> _Exercise prompt_:
Retyping each entry exactly is the whole task.

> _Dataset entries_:
+ + + + +
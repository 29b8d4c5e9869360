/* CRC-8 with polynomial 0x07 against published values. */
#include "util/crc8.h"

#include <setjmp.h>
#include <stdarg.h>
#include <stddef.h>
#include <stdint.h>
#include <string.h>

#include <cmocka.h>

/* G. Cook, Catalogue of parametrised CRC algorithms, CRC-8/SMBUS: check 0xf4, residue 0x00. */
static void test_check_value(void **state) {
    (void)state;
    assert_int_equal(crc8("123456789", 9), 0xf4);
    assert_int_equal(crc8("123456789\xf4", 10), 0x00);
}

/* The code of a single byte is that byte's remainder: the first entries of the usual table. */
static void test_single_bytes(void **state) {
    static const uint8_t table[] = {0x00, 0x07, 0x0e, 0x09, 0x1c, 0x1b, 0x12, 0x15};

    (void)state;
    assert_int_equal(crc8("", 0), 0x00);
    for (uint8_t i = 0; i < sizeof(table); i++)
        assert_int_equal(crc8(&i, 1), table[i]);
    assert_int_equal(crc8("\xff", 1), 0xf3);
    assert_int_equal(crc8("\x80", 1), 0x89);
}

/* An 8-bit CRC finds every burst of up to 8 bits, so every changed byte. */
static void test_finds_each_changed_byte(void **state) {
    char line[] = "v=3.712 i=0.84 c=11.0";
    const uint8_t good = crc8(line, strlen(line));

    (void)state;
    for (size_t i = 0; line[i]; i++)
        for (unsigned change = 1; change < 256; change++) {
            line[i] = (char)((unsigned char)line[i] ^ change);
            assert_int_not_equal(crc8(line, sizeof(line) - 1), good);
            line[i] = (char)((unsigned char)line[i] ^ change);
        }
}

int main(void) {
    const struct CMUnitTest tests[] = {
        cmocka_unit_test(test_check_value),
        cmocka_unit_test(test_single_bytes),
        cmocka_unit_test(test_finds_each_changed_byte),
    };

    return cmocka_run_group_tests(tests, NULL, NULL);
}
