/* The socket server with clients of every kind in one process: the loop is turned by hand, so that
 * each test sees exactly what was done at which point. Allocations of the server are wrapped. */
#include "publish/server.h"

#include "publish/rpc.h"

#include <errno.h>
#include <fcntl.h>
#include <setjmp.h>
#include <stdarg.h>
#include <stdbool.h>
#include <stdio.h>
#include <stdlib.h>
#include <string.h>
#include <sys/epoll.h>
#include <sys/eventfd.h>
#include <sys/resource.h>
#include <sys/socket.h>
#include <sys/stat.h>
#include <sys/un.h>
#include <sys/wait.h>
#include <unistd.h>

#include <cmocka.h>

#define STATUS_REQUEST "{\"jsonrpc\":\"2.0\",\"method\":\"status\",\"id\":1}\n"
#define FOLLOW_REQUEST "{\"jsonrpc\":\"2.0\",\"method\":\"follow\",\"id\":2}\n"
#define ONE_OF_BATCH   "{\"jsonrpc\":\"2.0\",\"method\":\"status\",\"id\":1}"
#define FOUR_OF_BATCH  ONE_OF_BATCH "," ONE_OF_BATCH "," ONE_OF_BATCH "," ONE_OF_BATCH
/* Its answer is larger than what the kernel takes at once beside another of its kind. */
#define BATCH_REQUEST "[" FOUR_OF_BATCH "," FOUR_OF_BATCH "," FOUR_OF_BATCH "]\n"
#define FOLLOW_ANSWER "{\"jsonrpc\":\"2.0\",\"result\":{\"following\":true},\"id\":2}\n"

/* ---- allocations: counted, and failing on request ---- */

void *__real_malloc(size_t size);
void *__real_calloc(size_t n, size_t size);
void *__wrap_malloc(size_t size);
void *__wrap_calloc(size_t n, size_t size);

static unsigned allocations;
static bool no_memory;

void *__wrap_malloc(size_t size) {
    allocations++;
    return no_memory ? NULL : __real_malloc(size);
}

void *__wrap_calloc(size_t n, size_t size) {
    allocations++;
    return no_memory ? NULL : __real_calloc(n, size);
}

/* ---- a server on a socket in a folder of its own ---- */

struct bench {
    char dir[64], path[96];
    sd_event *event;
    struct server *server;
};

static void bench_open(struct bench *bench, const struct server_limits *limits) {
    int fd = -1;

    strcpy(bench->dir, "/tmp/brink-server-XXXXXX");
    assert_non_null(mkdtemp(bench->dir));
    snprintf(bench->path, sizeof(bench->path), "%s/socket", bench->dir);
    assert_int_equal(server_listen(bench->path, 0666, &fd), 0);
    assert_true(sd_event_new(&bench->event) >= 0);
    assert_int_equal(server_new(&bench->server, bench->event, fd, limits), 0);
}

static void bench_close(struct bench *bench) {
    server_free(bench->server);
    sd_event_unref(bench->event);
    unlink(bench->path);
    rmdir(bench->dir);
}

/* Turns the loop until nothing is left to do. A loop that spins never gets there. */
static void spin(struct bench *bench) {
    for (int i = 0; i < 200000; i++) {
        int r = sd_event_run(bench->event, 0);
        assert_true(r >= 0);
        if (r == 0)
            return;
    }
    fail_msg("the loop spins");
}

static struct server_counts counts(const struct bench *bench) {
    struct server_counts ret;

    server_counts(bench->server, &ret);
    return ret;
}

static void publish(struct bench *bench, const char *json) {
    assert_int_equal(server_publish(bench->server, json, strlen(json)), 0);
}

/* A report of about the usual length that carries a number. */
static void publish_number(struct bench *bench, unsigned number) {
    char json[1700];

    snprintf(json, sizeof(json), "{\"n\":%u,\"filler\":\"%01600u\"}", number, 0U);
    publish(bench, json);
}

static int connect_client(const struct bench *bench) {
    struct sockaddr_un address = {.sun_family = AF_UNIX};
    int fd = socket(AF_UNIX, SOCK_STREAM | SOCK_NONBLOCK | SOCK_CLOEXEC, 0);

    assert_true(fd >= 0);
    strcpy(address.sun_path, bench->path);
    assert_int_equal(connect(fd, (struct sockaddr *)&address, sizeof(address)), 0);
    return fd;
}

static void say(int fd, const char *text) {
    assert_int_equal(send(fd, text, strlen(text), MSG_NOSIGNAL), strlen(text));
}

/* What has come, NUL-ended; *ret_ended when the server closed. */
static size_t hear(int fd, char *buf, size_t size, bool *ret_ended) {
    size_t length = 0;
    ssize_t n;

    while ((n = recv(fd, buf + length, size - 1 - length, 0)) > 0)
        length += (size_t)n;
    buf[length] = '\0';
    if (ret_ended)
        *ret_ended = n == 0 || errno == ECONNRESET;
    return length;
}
+ + + + +
> _Task answer_:
repository 29b8d4c5e9869360
/* CRC-8 with polynomial 0x07 against published values. */
#include "util/crc8.h"

#include <setjmp.h>
#include <stdarg.h>
#include <stddef.h>
#include <stdint.h>
#include <string.h>

#include <cmocka.h>

/* G. Cook, Catalogue of parametrised CRC algorithms, CRC-8/SMBUS: check 0xf4, residue 0x00. */
static void test_check_value(void **state) {
    (void)state;
    assert_int_equal(crc8("123456789", 9), 0xf4);
    assert_int_equal(crc8("123456789\xf4", 10), 0x00);
}

/* The code of a single byte is that byte's remainder: the first entries of the usual table. */
static void test_single_bytes(void **state) {
    static const uint8_t table[] = {0x00, 0x07, 0x0e, 0x09, 0x1c, 0x1b, 0x12, 0x15};

    (void)state;
    assert_int_equal(crc8("", 0), 0x00);
    for (uint8_t i = 0; i < sizeof(table); i++)
        assert_int_equal(crc8(&i, 1), table[i]);
    assert_int_equal(crc8("\xff", 1), 0xf3);
    assert_int_equal(crc8("\x80", 1), 0x89);
}

/* An 8-bit CRC finds every burst of up to 8 bits, so every changed byte. */
static void test_finds_each_changed_byte(void **state) {
    char line[] = "v=3.712 i=0.84 c=11.0";
    const uint8_t good = crc8(line, strlen(line));

    (void)state;
    for (size_t i = 0; line[i]; i++)
        for (unsigned change = 1; change < 256; change++) {
            line[i] = (char)((unsigned char)line[i] ^ change);
            assert_int_not_equal(crc8(line, sizeof(line) - 1), good);
            line[i] = (char)((unsigned char)line[i] ^ change);
        }
}

int main(void) {
    const struct CMUnitTest tests[] = {
        cmocka_unit_test(test_check_value),
        cmocka_unit_test(test_single_bytes),
        cmocka_unit_test(test_finds_each_changed_byte),
    };

    return cmocka_run_group_tests(tests, NULL, NULL);
}
/* The socket server with clients of every kind in one process: the loop is turned by hand, so that
 * each test sees exactly what was done at which point. Allocations of the server are wrapped. */
#include "publish/server.h"

#include "publish/rpc.h"

#include <errno.h>
#include <fcntl.h>
#include <setjmp.h>
#include <stdarg.h>
#include <stdbool.h>
#include <stdio.h>
#include <stdlib.h>
#include <string.h>
#include <sys/epoll.h>
#include <sys/eventfd.h>
#include <sys/resource.h>
#include <sys/socket.h>
#include <sys/stat.h>
#include <sys/un.h>
#include <sys/wait.h>
#include <unistd.h>

#include <cmocka.h>

#define STATUS_REQUEST "{\"jsonrpc\":\"2.0\",\"method\":\"status\",\"id\":1}\n"
#define FOLLOW_REQUEST "{\"jsonrpc\":\"2.0\",\"method\":\"follow\",\"id\":2}\n"
#define ONE_OF_BATCH   "{\"jsonrpc\":\"2.0\",\"method\":\"status\",\"id\":1}"
#define FOUR_OF_BATCH  ONE_OF_BATCH "," ONE_OF_BATCH "," ONE_OF_BATCH "," ONE_OF_BATCH
/* Its answer is larger than what the kernel takes at once beside another of its kind. */
#define BATCH_REQUEST "[" FOUR_OF_BATCH "," FOUR_OF_BATCH "," FOUR_OF_BATCH "]\n"
#define FOLLOW_ANSWER "{\"jsonrpc\":\"2.0\",\"result\":{\"following\":true},\"id\":2}\n"

/* ---- allocations: counted, and failing on request ---- */

void *__real_malloc(size_t size);
void *__real_calloc(size_t n, size_t size);
void *__wrap_malloc(size_t size);
void *__wrap_calloc(size_t n, size_t size);

static unsigned allocations;
static bool no_memory;

void *__wrap_malloc(size_t size) {
    allocations++;
    return no_memory ? NULL : __real_malloc(size);
}

void *__wrap_calloc(size_t n, size_t size) {
    allocations++;
    return no_memory ? NULL : __real_calloc(n, size);
}

/* ---- a server on a socket in a folder of its own ---- */

struct bench {
    char dir[64], path[96];
    sd_event *event;
    struct server *server;
};

static void bench_open(struct bench *bench, const struct server_limits *limits) {
    int fd = -1;

    strcpy(bench->dir, "/tmp/brink-server-XXXXXX");
    assert_non_null(mkdtemp(bench->dir));
    snprintf(bench->path, sizeof(bench->path), "%s/socket", bench->dir);
    assert_int_equal(server_listen(bench->path, 0666, &fd), 0);
    assert_true(sd_event_new(&bench->event) >= 0);
    assert_int_equal(server_new(&bench->server, bench->event, fd, limits), 0);
}

static void bench_close(struct bench *bench) {
    server_free(bench->server);
    sd_event_unref(bench->event);
    unlink(bench->path);
    rmdir(bench->dir);
}

/* Turns the loop until nothing is left to do. A loop that spins never gets there. */
static void spin(struct bench *bench) {
    for (int i = 0; i < 200000; i++) {
        int r = sd_event_run(bench->event, 0);
        assert_true(r >= 0);
        if (r == 0)
            return;
    }
    fail_msg("the loop spins");
}

static struct server_counts counts(const struct bench *bench) {
    struct server_counts ret;

    server_counts(bench->server, &ret);
    return ret;
}

static void publish(struct bench *bench, const char *json) {
    assert_int_equal(server_publish(bench->server, json, strlen(json)), 0);
}

/* A report of about the usual length that carries a number. */
static void publish_number(struct bench *bench, unsigned number) {
    char json[1700];

    snprintf(json, sizeof(json), "{\"n\":%u,\"filler\":\"%01600u\"}", number, 0U);
    publish(bench, json);
}

static int connect_client(const struct bench *bench) {
    struct sockaddr_un address = {.sun_family = AF_UNIX};
    int fd = socket(AF_UNIX, SOCK_STREAM | SOCK_NONBLOCK | SOCK_CLOEXEC, 0);

    assert_true(fd >= 0);
    strcpy(address.sun_path, bench->path);
    assert_int_equal(connect(fd, (struct sockaddr *)&address, sizeof(address)), 0);
    return fd;
}

static void say(int fd, const char *text) {
    assert_int_equal(send(fd, text, strlen(text), MSG_NOSIGNAL), strlen(text));
}

/* What has come, NUL-ended; *ret_ended when the server closed. */
static size_t hear(int fd, char *buf, size_t size, bool *ret_ended) {
    size_t length = 0;
    ssize_t n;

    while ((n = recv(fd, buf + length, size - 1 - length, 0)) > 0)
        length += (size_t)n;
    buf[length] = '\0';
    if (ret_ended)
        *ret_ended = n == 0 || errno == ECONNRESET;
    return length;
}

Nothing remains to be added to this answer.